С тех пор у меня ненависть к точкам. К запятым тоже.

Паршивейшее время. Рисую (изворачиваюсь) начальниковы портреты. В голове разворачивается «Война и мир», в сердце — «Человек».

Окончена «Война и мир». Немного позднее — «Человек». Куски печатаю в «Летописи». На военщину нагло не показываюсь.

Пошел с автомобилями к Думе. Влез в кабинет Родзянки. Осмотрел Милюкова. Молчит. Но мне почему-то кажется, что он заикается. Через час надоели. Ушел. Принял на несколько дней команду Автошколой. Гучковеет. Старое офицерье по-старому расхаживает в Думе. Для меня ясно — за этим неизбежно сейчас же социалисты. Большевики. Пишу в первые же дни революции Поэтохронику «Революция». Читаю лекции — «Большевики искусства».

Россия понемногу откеренщивается. Потеряли уважение. Ухожу из «Новой жизни». Задумываю «Мистерию-Буфф».
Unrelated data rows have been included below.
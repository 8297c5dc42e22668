#include "loqsmith/ledger/signatures.hpp"

#include <algorithm>

#include "loqsmith/base/ed25519.hpp"
#include "loqsmith/ledger/signers.hpp"

namespace loqsmith {
namespace {

constexpr std::string_view kMachineKey = "machine_key";

Deviation deviation(const LedgerLine& line, std::string what) {
  return {"ledger.jsonl line " + std::to_string(line.number), std::move(what)};
}

const RunEvents* run_named(const RunHistory& history, const std::string& run) {
  for (const RunEvents& events : history.runs) {
    if (events.object == run) return &events;
  }
  return nullptr;
}

// What is wrong with a person's signature; empty where nothing is.
std::string wrong_signature(const LedgerLine& line, const RunHistory& history,
                            const SignerRegister& signers) {
  const RunEvents* run = run_named(history, line.object);
  if (run == nullptr || run->published == 0 || run->published > line.number) {
    return "it signs " + line.object + ", which was not published before";
  }
  if (line.manifest != run->manifest) {
    return "it signs another manifest than that of " + line.object;
  }
  const auto& meanings = signature_meanings();
  if (std::find(meanings.begin(), meanings.end(), detail_of(line, "meaning")) ==
      meanings.end()) {
    return "its meaning is none that a signature can have";
  }
  const std::string name = detail_of(line, "signer");
  const Signer* signer = signers.with_name(name);
  if (signer == nullptr) {
    return "its signer, " + name + ", was not registered then";
  }
  return is_line_signed_by(line, signer->public_key)
             ? ""
             : "its signature is not that of " + name;
}

}  // namespace

std::string signed_text(LedgerLine line) {
  if (!line.detail.empty() && line.detail.back().first == kSignature) {
    line.detail.pop_back();
  }
  return ledger_line_text(line);
}

bool is_line_signed_by(const LedgerLine& line, std::string_view public_key) {
  return !line.detail.empty() && line.detail.back().first == kSignature &&
         is_signed_by(public_key, signed_text(line), line.detail.back().second);
}

const std::vector<std::string>& signature_meanings() {
  static const std::vector<std::string> kMeanings{"reviewed", "approved",
                                                  "rejected"};
  return kMeanings;
}

std::vector<RunSignature> collect_signatures(
    const std::vector<LedgerLine>& lines) {
  std::vector<RunSignature> signatures;
  for (const LedgerLine& line : lines) {
    if (line.action != "signature") continue;
    signatures.push_back({line.object, detail_of(line, "signer"),
                          detail_of(line, "meaning"), line.reason, line.time,
                          line.number});
  }
  return signatures;
}

std::string describe_signed_runs(const std::vector<LedgerLine>& lines,
                                 const std::string& sequence) {
  std::string text;
  for (const RunSignature& signature : collect_signatures(lines)) {
    const std::size_t slash = signature.run.rfind('/');
    if (slash == std::string::npos ||
        signature.run.substr(0, slash) != sequence) {
      continue;
    }
    text += (text.empty() ? "" : "; ") + signature.run.substr(slash + 1) + ' ' +
            signature.meaning + " by " + signature.signer + " at " +
            signature.time + " (line " + std::to_string(signature.line) + ')';
  }
  return text;
}

std::vector<Deviation> check_signatures(const std::vector<LedgerLine>& lines,
                                        const RunHistory& history) {
  std::vector<Deviation> deviations;
  SignerRegister signers;
  for (const LedgerLine& line : lines) {
    signers.take(line);
    if (line.action == "signature") {
      const std::string wrong = wrong_signature(line, history, signers);
      if (!wrong.empty()) deviations.push_back(deviation(line, wrong));
    }
    const std::string machine = detail_of(line, kMachineKey);
    if (line.action == "run-published" && !machine.empty() &&
        !is_line_signed_by(line, machine)) {
      deviations.push_back(
          deviation(line, "its signature is not that of its machine_key"));
    }
  }
  return deviations;
}

std::vector<Deviation> check_machine_key(const std::vector<LedgerLine>& lines,
                                         const std::string& public_key,
                                         std::uint64_t& not_signed) {
  std::vector<Deviation> deviations;
  bool begun = false;
  not_signed = 0;
  for (const LedgerLine& line : lines) {
    if (line.action != "run-published") continue;
    if (is_line_signed_by(line, public_key)) {
      begun = true;
    } else if (begun || !detail_of(line, kSignature).empty()) {
      deviations.push_back(deviation(
          line, line.object + " is published without a signature of this key"));
    } else {
      ++not_signed;
    }
  }
  if (!begun) {
    deviations.push_back(
        {"ledger.jsonl", "no published run bears a signature of this key"});
  }
  return deviations;
}

}  // namespace loqsmith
Принимать или не принимать? Такого вопроса для меня (и для других москвичей-футуристов) не было. Моя революция. Пошел в Смольный. Работал. Все, что приходилось. Начинают заседать.

Заехал в Москву. Выступаю. Ночью «Кафе поэтов» в Настасьинском. Революционная бабушка теперешних кафе-поэтных салончиков. Пишу киносценарии. Играю сам. Рисую для кино плакаты. Июнь. Опять Петербург.

РСФСР — не до искусства. А мне именно до него. Заходил в Пролеткульт к Кшесинской.

Отчего не в партии? Коммунисты работали на фронтах. В искусстве и просвещении пока соглашатели. Меня послали б ловить рыбу в Астрахань.



Окончил мистерию. Читал. Говорят много. Поставил Мейерхольд с К. Малевичем. Ревели вокруг страшно. Особенно коммунистичествующая интеллигенция. Андреева чего-чего не делала. Чтоб мешать. Три раза поставили — потом расколотили. И пошли «Макбеты».

Езжу с мистерией и другими вещами моими и товарищей по заводам. Радостный прием. В Выборгском районе организуется комфут, издаем «Искусство коммуны». Академии трещат. Весной переезжаю в Москву.

Голову охватила «150 000 000». Пошел в агитацию Роста.

Кончил «Сто пятьдесят миллионов». Печатаю без фамилии. Хочу, чтоб каждый дописывал и лучшил. Этого не делали, зато фамилию знали все. Все равно. Печатаю здесь под фамилией.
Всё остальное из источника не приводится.